**TASK REQUIREMENTS**
Copy each line containing the word "dtype" from the records that follow, please.

● ● ● ●

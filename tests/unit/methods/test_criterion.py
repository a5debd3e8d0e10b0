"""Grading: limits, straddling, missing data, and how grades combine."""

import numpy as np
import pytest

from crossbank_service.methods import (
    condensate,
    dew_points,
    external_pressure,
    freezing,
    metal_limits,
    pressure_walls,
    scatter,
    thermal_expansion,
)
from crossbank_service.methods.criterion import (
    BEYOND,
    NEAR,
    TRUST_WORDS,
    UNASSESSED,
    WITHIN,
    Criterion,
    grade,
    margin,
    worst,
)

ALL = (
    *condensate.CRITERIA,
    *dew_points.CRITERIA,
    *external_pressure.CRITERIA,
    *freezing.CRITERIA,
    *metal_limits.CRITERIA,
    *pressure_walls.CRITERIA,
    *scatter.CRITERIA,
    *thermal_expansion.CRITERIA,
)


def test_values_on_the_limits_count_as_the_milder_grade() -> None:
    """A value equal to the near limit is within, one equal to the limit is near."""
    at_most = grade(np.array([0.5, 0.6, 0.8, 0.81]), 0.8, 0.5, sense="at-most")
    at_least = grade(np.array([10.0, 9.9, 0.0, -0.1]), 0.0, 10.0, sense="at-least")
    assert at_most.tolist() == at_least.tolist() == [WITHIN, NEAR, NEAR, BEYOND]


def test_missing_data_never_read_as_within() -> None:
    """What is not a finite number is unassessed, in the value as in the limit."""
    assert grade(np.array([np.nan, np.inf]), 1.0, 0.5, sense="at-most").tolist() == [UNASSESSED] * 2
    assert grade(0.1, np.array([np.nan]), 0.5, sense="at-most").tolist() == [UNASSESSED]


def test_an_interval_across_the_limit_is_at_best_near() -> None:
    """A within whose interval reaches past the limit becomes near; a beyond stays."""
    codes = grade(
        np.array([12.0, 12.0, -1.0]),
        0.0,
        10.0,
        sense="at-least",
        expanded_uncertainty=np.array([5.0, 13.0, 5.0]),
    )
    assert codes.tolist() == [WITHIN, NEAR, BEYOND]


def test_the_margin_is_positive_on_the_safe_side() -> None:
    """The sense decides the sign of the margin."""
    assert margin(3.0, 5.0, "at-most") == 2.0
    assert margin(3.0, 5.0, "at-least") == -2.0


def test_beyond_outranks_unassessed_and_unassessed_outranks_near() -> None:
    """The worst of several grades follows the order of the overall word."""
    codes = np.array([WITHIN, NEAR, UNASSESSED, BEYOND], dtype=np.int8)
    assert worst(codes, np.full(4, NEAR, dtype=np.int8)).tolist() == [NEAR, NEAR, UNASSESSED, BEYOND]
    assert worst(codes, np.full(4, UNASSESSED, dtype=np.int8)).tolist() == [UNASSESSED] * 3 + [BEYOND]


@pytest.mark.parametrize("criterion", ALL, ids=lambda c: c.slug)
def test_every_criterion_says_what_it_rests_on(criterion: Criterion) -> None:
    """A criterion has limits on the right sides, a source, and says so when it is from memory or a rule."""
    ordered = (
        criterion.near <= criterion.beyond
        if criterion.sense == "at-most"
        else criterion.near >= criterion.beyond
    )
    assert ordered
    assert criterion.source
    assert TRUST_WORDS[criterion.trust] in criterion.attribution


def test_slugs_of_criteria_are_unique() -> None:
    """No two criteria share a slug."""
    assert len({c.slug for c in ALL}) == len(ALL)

● ● ● ●

**ANSWER TO THIS TASK**
    codes = np.array([WITHIN, NEAR, UNASSESSED, BEYOND], dtype=np.int8)
    assert worst(codes, np.full(4, NEAR, dtype=np.int8)).tolist() == [NEAR, NEAR, UNASSESSED, BEYOND]
    assert worst(codes, np.full(4, UNASSESSED, dtype=np.int8)).tolist() == [UNASSESSED] * 3 + [BEYOND]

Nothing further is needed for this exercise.